# Calling all VW T5 Owners



## teemyob (Nov 22, 2005)

Hello all you T5 Owners,

I am having difficulty with VW regarding the MPG our window van returns.

We had a LWB T5 174 Manual that easily attained 35mpg (regardless of how it was driven). They had to replace it and the reaplcement averages 28mpg and on some tankfulls only 25mpg. A far cry from their claimed 39.8 mpg extra urban and 35mpg combined (NON diesel particulate filter Euro III)

I would be very grateful if other owners could respond to me on this forum with their own average recordings in the form of

T5 174 Manual Rising Roof Camper Euro III 33mpg Overall 3,000 miles or
T5 130 Auto Calafornia Euro IV 36mpg Overall 7,000 miles
T5 174 Auto Calafornia Euro III 37Mpg 

Etc

Hope there are a few of you out there.....

Trev


----------



## teemyob (Nov 22, 2005)

*T5 MPG*

Does no body have a T5 on here?

Does anyone know of anyone who does so I may get some feedback

Very suprised.......

Trev


----------



## 99898 (Jul 4, 2006)

Hi Trev,

Until a couple of months ago, I had a T5 on the 174PS engine. Fuel consumption was consistently good at around 35 mpg (obviously lower on short or cold runs). Obviously, if you drive it harder you can get that down to 25mpg or so.

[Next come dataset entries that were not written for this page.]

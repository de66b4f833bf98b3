package geotiff

import (
	"bytes"
	"encoding/binary"
	"fmt"
	"io"
	"math"
	"os"
	"strconv"
	"strings"

	"github.com/klauspost/compress/zlib"

	"drygrid/grid"
)

// ReadBands reads a band raster (UInt8 codes) from a GeoTIFF such as
// bands.tif. See DecodeBands for what is supported.
func ReadBands(path string) (*grid.Uint8, error) {
	data, err := os.ReadFile(path)
	if err != nil {
		return nil, fmt.Errorf("geotiff %s: %w", path, err)
	}
	return DecodeBands(path, data)
}

// ReadIndex reads an index raster (Float32 z) from a GeoTIFF such as
// index.tif. See DecodeBands for what is supported.
func ReadIndex(path string) (*grid.Float32, error) {
	data, err := os.ReadFile(path)
	if err != nil {
		return nil, fmt.Errorf("geotiff %s: %w", path, err)
	}
	return DecodeIndex(path, data)
}

// DecodeBands decodes a band raster from GeoTIFF bytes; name is used in
// errors. It is a minimal reader for the rasters drygrid and GDAL write:
// classic TIFF (not BigTIFF), either byte order, the first IFD only (COG
// overviews are ignored), one sample per pixel, tiled or stripped,
// uncompressed or DEFLATE (compression 8 or 32946), predictor 1, 2 or 3,
// UInt8 samples, georeferenced on EPSG:4326 by ModelPixelScale and
// ModelTiepoint (PixelIsArea or PixelIsPoint) with square cells that fit
// grid.Spec. No data comes from the GDAL_NODATA tag (0 without one).
// Anything else is refused with an error naming the file and what is wrong.
func DecodeBands(name string, data []byte) (*grid.Uint8, error) {
	img, err := tiffrDecode(name, data, 8)
	if err != nil {
		return nil, err
	}
	r := &grid.Uint8{Spec: img.spec, Data: img.pix}
	if img.nodata != "" {
		v, err := strconv.Atoi(strings.TrimSpace(img.nodata))
		if err != nil || v < 0 || v > 255 {
			return nil, fmt.Errorf("geotiff %s: GDAL_NODATA %q is not a UInt8 value", name, img.nodata)
		}
		r.NoData = uint8(v)
	}
	return r, nil
}

// DecodeIndex decodes an index raster (Float32 samples) from GeoTIFF
// bytes, as DecodeBands does for UInt8. No data comes from GDAL_NODATA
// (-9999 without one; NaN cells always count as no data).
func DecodeIndex(name string, data []byte) (*grid.Float32, error) {
	img, err := tiffrDecode(name, data, 32)
	if err != nil {
		return nil, err
	}
	r := &grid.Float32{Spec: img.spec, Data: make([]float32, len(img.pix)/4), NoData: grid.NoDataIndex}
	for i := range r.Data {
		r.Data[i] = math.Float32frombits(img.order.Uint32(img.pix[4*i:]))
	}
	if img.nodata != "" {
		v, err := strconv.ParseFloat(strings.TrimSpace(img.nodata), 64)
		if err != nil {
			return nil, fmt.Errorf("geotiff %s: GDAL_NODATA %q is not a number", name, img.nodata)
		}
		r.NoData = float32(v)
	}
	return r, nil
}

// TIFF tags read here (TIFF 6.0; GeoTIFF, OGC 19-008r4; GDAL).
const (
	tiffrImageWidth      = 256
	tiffrImageLength     = 257
	tiffrBitsPerSample   = 258
	tiffrCompression     = 259
	tiffrStripOffsets    = 273
	tiffrSamplesPerPixel = 277
	tiffrRowsPerStrip    = 278
	tiffrStripByteCounts = 279
	tiffrPlanarConfig    = 284
	tiffrPredictor       = 317
	tiffrTileWidth       = 322
	tiffrTileLength      = 323
	tiffrTileOffsets     = 324
	tiffrTileByteCounts  = 325
	tiffrSampleFormat    = 339
	tiffrPixelScale      = 33550
	tiffrTiepoint        = 33922
	tiffrTransformation  = 34264
	tiffrGeoKeys         = 34735
	tiffrGDALNoData      = 42113
)

// tiffrMaxCells bounds the raster size (a global grid at 0.005 deg is
// 2.6 G cells; drygrid's own limit is far lower).
const tiffrMaxCells = 1 << 31

type tiffrField struct {
	typ   uint16
	count uint64
	raw   []byte // the value bytes, in file order
}

type tiffrImage struct {
	spec   grid.Spec
	pix    []byte // samples in file byte order, row-major
	order  binary.ByteOrder
	nodata string
}

type tiffrFile struct {
	name   string
	data   []byte
	order  binary.ByteOrder
	fields map[uint16]tiffrField
}

func (f *tiffrFile) errf(format string, a ...any) error {
	return fmt.Errorf("geotiff %s: %s", f.name, fmt.Sprintf(format, a...))
}

var tiffrTypeSize = map[uint16]uint64{1: 1, 2: 1, 3: 2, 4: 4, 5: 8, 6: 1, 7: 1, 8: 2, 9: 4, 10: 8, 11: 4, 12: 8, 16: 8, 17: 8, 18: 8}

func tiffrParseIFD(name string, data []byte) (*tiffrFile, error) {
	f := &tiffrFile{name: name, data: data, fields: map[uint16]tiffrField{}}
	if len(data) < 8 {
		return nil, f.errf("%d bytes is too short for a TIFF header", len(data))
	}
	switch string(data[:2]) {
	case "II":
		f.order = binary.LittleEndian
	case "MM":
		f.order = binary.BigEndian
	default:
		return nil, f.errf("not a TIFF file (no II or MM byte-order mark)")
	}
	switch f.order.Uint16(data[2:]) {
	case 42:
	case 43:
		return nil, f.errf("BigTIFF is not supported by this reader (use a classic TIFF under 4 GiB)")
	default:
		return nil, f.errf("not a TIFF file (version %d, want 42)", f.order.Uint16(data[2:]))
	}
	off := uint64(f.order.Uint32(data[4:]))
	if off < 8 || off+2 > uint64(len(data)) {
		return nil, f.errf("first IFD offset %d lies outside the %d-byte file", off, len(data))
	}
	n := uint64(f.order.Uint16(data[off:]))
	if off+2+12*n > uint64(len(data)) {
		return nil, f.errf("first IFD of %d entries runs past the end of the file", n)
	}
	for i := uint64(0); i < n; i++ {
		e := data[off+2+12*i:]
		tag, typ := f.order.Uint16(e), f.order.Uint16(e[2:])
		count := uint64(f.order.Uint32(e[4:]))
		size, ok := tiffrTypeSize[typ]
		if !ok {
			continue // unknown types are skipped, as TIFF 6.0 asks
		}
		total := size * count
		var raw []byte
		if total <= 4 {
			raw = e[8 : 8+total]
		} else {
			vo := uint64(f.order.Uint32(e[8:]))
			if vo > uint64(len(data)) || total > uint64(len(data))-vo {
				return nil, f.errf("tag %d: %d values at offset %d run past the end of the file", tag, count, vo)
			}
			raw = data[vo : vo+total]
		}
		f.fields[tag] = tiffrField{typ: typ, count: count, raw: raw}
	}
	return f, nil
}

// uints reads an integer field (BYTE, SHORT or LONG).
func (f *tiffrFile) uints(tag uint16) ([]uint64, bool, error) {
	fd, ok := f.fields[tag]
	if !ok {
		return nil, false, nil
	}
	out := make([]uint64, 0, fd.count)
	for i := uint64(0); i < fd.count; i++ {
		switch fd.typ {
		case 1:
			out = append(out, uint64(fd.raw[i]))
		case 3:
			out = append(out, uint64(f.order.Uint16(fd.raw[2*i:])))
		case 4:
			out = append(out, uint64(f.order.Uint32(fd.raw[4*i:])))
		case 16:
			out = append(out, f.order.Uint64(fd.raw[8*i:]))
		default:
			return nil, true, f.errf("tag %d has type %d, want an unsigned integer", tag, fd.typ)
		}
	}
	return out, true, nil
}

func (f *tiffrFile) uint1(tag uint16, def uint64, required bool) (uint64, error) {
	v, ok, err := f.uints(tag)
	if err != nil {
		return 0, err
	}
	if !ok {
		if required {
			return 0, f.errf("required tag %d is missing", tag)
		}
		return def, nil
	}
	if len(v) == 0 {
		return 0, f.errf("tag %d holds no value", tag)
	}
	for _, x := range v[1:] {
		if x != v[0] {
			return 0, f.errf("tag %d differs between samples (%v)", tag, v)
		}
	}
	return v[0], nil
}

func (f *tiffrFile) doubles(tag uint16) ([]float64, bool, error) {
	fd, ok := f.fields[tag]
	if !ok {
		return nil, false, nil
	}
	if fd.typ != 12 {
		return nil, true, f.errf("tag %d has type %d, want DOUBLE", tag, fd.typ)
	}
	out := make([]float64, fd.count)
	for i := range out {
		out[i] = math.Float64frombits(f.order.Uint64(fd.raw[8*i:]))
	}
	return out, true, nil
}

func tiffrDecode(name string, data []byte, wantBits uint64) (*tiffrImage, error) {
	f, err := tiffrParseIFD(name, data)
	if err != nil {
		return nil, err
	}
	width, err := f.uint1(tiffrImageWidth, 0, true)
	if err != nil {
		return nil, err
	}
	height, err := f.uint1(tiffrImageLength, 0, true)
	if err != nil {
		return nil, err
	}
	if width == 0 || height == 0 || width > tiffrMaxCells || height > tiffrMaxCells || width*height > tiffrMaxCells {
		return nil, f.errf("raster size %d x %d is empty or over %d cells", width, height, tiffrMaxCells)
	}
	spp, err := f.uint1(tiffrSamplesPerPixel, 1, false)
	if err != nil {
		return nil, err
	}
	if spp != 1 {
		return nil, f.errf("%d samples per pixel: want a single-band raster", spp)
	}
	if pc, err := f.uint1(tiffrPlanarConfig, 1, false); err != nil {
		return nil, err
	} else if pc != 1 && pc != 2 {
		return nil, f.errf("planar configuration %d is not 1 or 2", pc)
	}
	bps, err := f.uint1(tiffrBitsPerSample, 1, false)
	if err != nil {
		return nil, err
	}
	sf, err := f.uint1(tiffrSampleFormat, 1, false)
	if err != nil {
		return nil, err
	}
	want := map[uint64]string{8: "UInt8 (band codes)", 32: "Float32 (index z)"}[wantBits]
	wantSF := uint64(1)
	if wantBits == 32 {
		wantSF = 3
	}
	if bps != wantBits || sf != wantSF {
		return nil, f.errf("samples are %s, want %s", tiffrSampleName(bps, sf), want)
	}
	comp, err := f.uint1(tiffrCompression, 1, false)
	if err != nil {
		return nil, err
	}
	if comp != 1 && comp != 8 && comp != 32946 {
		return nil, f.errf("compression %d is not supported (only none 1 and DEFLATE 8/32946)", comp)
	}
	pred, err := f.uint1(tiffrPredictor, 1, false)
	if err != nil {
		return nil, err
	}
	if pred < 1 || pred > 3 || (pred == 3 && bps != 32) {
		return nil, f.errf("predictor %d is not supported for %d-bit samples", pred, bps)
	}
	spec, err := tiffrSpec(f, int(width), int(height))
	if err != nil {
		return nil, err
	}

	// Chunk layout: tiles or strips.
	var cw, ch uint64 // chunk width and height in pixels
	var offs, counts []uint64
	_, tiled := f.fields[tiffrTileWidth]
	if tiled {
		if cw, err = f.uint1(tiffrTileWidth, 0, true); err != nil {
			return nil, err
		}
		if ch, err = f.uint1(tiffrTileLength, 0, true); err != nil {
			return nil, err
		}
		if cw == 0 || ch == 0 || cw > 1<<16 || ch > 1<<16 {
			return nil, f.errf("tile size %d x %d is not usable", cw, ch)
		}
		offs, _, err = f.uints(tiffrTileOffsets)
		if err == nil {
			counts, _, err = f.uints(tiffrTileByteCounts)
		}
	} else {
		cw = width
		if ch, err = f.uint1(tiffrRowsPerStrip, height, false); err != nil {
			return nil, err
		}
		ch = min(max(ch, 1), height)
		offs, _, err = f.uints(tiffrStripOffsets)
		if err == nil {
			counts, _, err = f.uints(tiffrStripByteCounts)
		}
	}
	if err != nil {
		return nil, err
	}
	across, down := (width+cw-1)/cw, (height+ch-1)/ch
	nchunks := across * down
	if uint64(len(offs)) != nchunks || uint64(len(counts)) != nchunks {
		return nil, f.errf("%d chunk offsets and %d byte counts, want %d (%d x %d of %d x %d pixels)", len(offs), len(counts), nchunks, across, down, cw, ch)
	}
	bpp := bps / 8
	chunkBytes := cw * ch * bpp
	if tiled && chunkBytes > 1<<26 {
		return nil, f.errf("tiles of %d x %d pixels are too large", cw, ch)
	}
	// Refuse before allocating when the data cannot hold the raster:
	// DEFLATE expands at most about 1032 times.
	var avail uint64
	for i := range offs {
		if offs[i] > uint64(len(data)) || counts[i] > uint64(len(data))-offs[i] {
			return nil, f.errf("chunk %d at offset %d with %d bytes runs past the end of the file", i, offs[i], counts[i])
		}
		avail += counts[i]
	}
	need := width * height * bpp
	file := uint64(len(data))
	if comp == 1 && (avail < need || file < need) || comp != 1 && (avail*1040+nchunks*64 < need || file*1040 < need) {
		return nil, f.errf("the image data (%d bytes) cannot hold %d x %d samples", avail, width, height)
	}

	img := &tiffrImage{spec: spec, order: f.order, pix: make([]byte, need)}
	if nd, ok := f.fields[tiffrGDALNoData]; ok && nd.typ == 2 {
		img.nodata = strings.TrimRight(string(nd.raw), "\x00")
	}
	buf := make([]byte, chunkBytes)
	var zr io.ReadCloser
	for i := uint64(0); i < nchunks; i++ {
		cx, cy := i%across, i/across
		rows := ch
		if cy*ch+rows > height {
			rows = height - cy*ch
		}
		if counts[i] == 0 { // sparse chunk (GDAL SPARSE_OK): no data
			tiffrFillNoData(img, cx*cw, cy*ch, min(cw, width-cx*cw), rows, width, bpp)
			continue
		}
		src := data[offs[i] : offs[i]+counts[i]]
		// A strip holds only its rows; a tile always holds a whole tile.
		size := chunkBytes
		if !tiled {
			size = cw * rows * bpp
		}
		chunk := buf[:size]
		switch comp {
		case 1:
			if uint64(len(src)) < size {
				return nil, f.errf("chunk %d holds %d bytes, want %d", i, len(src), size)
			}
			copy(chunk, src)
		default:
			if zr == nil {
				zr, err = zlib.NewReader(bytes.NewReader(src))
			} else {
				err = zr.(zlib.Resetter).Reset(bytes.NewReader(src), nil)
			}
			if err != nil {
				return nil, f.errf("chunk %d: DEFLATE: %v", i, err)
			}
			if n, err := io.ReadFull(zr, chunk); err != nil {
				return nil, f.errf("chunk %d: DEFLATE data gives %d of %d bytes: %v", i, n, size, err)
			}
		}
		if err := tiffrUnpredict(chunk, int(cw), int(bpp), pred, f.order); err != nil {
			return nil, f.errf("chunk %d: %v", i, err)
		}
		// Copy the chunk's pixels that lie inside the image.
		x0, y0 := cx*cw, cy*ch
		ncols := min(cw, width-x0)
		for r := uint64(0); r < rows; r++ {
			dst := ((y0+r)*width + x0) * bpp
			copy(img.pix[dst:dst+ncols*bpp], chunk[r*cw*bpp:])
		}
	}
	return img, nil
}
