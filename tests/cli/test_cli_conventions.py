"""The command line follows the ecosystem's habits: --version, shell completion, listed choices, env vars.

Conventions of click/typer programs (typer documentation: "Version CLI Option", "CLI Option
autocompletion", "Enum - Choices", "Environment Variables"); common practice, no other source.
"""

from __future__ import annotations

import re


def _flat(text: str) -> str:
    return " ".join(text.split())


def test_version_prints_the_package_version(run):
    import benchfit

    res = run("--version")
    assert res.returncode == 0
    assert res.stdout.strip() == f"benchfit {benchfit.__version__}"


def test_shell_completion_is_offered(run):
    res = run("--help")
    assert res.returncode == 0
    assert "--install-completion" in res.stdout and "--show-completion" in res.stdout


def test_help_lists_the_choices(run):
    # typer 0.29 writes the choices as <a|b>, older releases as [a|b]
    fit = _flat(run("fit", "--help").stdout)
    assert re.search(r"--model [<\[]lc-lowpass\|ringdown[>\]]", fit)
    assert re.search(r"--method [<\[]auto\|two-channel\|one-channel[>\]]", fit)
    assert re.search(r"--format [<\[]csv\|json[>\]]", _flat(run("log", "export", "--help").stdout))
    assert re.search(r"--model [<\[]lc-lowpass\|ringdown[>\]]", _flat(run("report", "--help").stdout))


def test_help_names_the_environment_variable_of_the_log(run):
    for command in (("log", "list"), ("log", "show"), ("log", "export"), ("log", "stats"), ("report",)):
        assert "[env var: BENCHFIT_LOG]" in _flat(run(*command, "--help").stdout), command


def test_a_choice_is_checked_case_sensitively_and_named(run, tmp_path):
    res = run("log", "export", "--format", "CSV", "--log", str(tmp_path / "log.sqlite"))
    assert res.returncode == 2
    assert res.stderr.startswith("error: --format 'CSV': not one of csv, json")


def test_the_log_is_read_from_the_environment(run, tmp_path, monkeypatch):
    """BENCHFIT_LOG fills --log; a log named there that does not exist is an error naming it."""
    missing = tmp_path / "nowhere" / "log.sqlite"
    monkeypatch.setenv("BENCHFIT_LOG", str(missing))
    res = run("log", "list")
    assert res.returncode == 2 and str(missing) in res.stderr


def test_no_log_wins_over_the_environment(run, tmp_path, monkeypatch):
    """report --no-log with BENCHFIT_LOG set logs nothing and is not a '--log and --no-log' clash."""
    from pathlib import Path

    samples = Path(__file__).resolve().parents[2] / "sample_captures"
    log = tmp_path / "env.sqlite"
    monkeypatch.setenv("BENCHFIT_LOG", str(log))
    res = run("report", str(samples / "hc01_output.flac"), "--unit", "HC-01", "--spec",
              str(samples / "hc_spec.toml"), "--out", str(tmp_path / "r"), "--no-log", "--no-figures")
    assert res.returncode == 0, res.stderr
    assert not log.exists()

Don't even get me started on VW customer service.

arg

Edit: Oops, forgot the model. T5 Caravelle, manual gearbox.


----------



## stainpoke (Jun 12, 2006)

hi there

try posting your question here 
http://www.brick-yard.co.uk/forum/

they have a T3 T4 and the one your looking for T5 forum

good luck


----------



## 112495 (May 21, 2008)

hi ya i have a t5 van it is doing around 25 to gallon i was told they do around35 to the gallan but my one will not it is a t5 /t30/174bh


----------



## Bethune (Apr 21, 2008)

I have a T5 Caravelle 174 automatic. Average is 35 mpg on motorways although have got 38mpg sticking to the speed limit


----------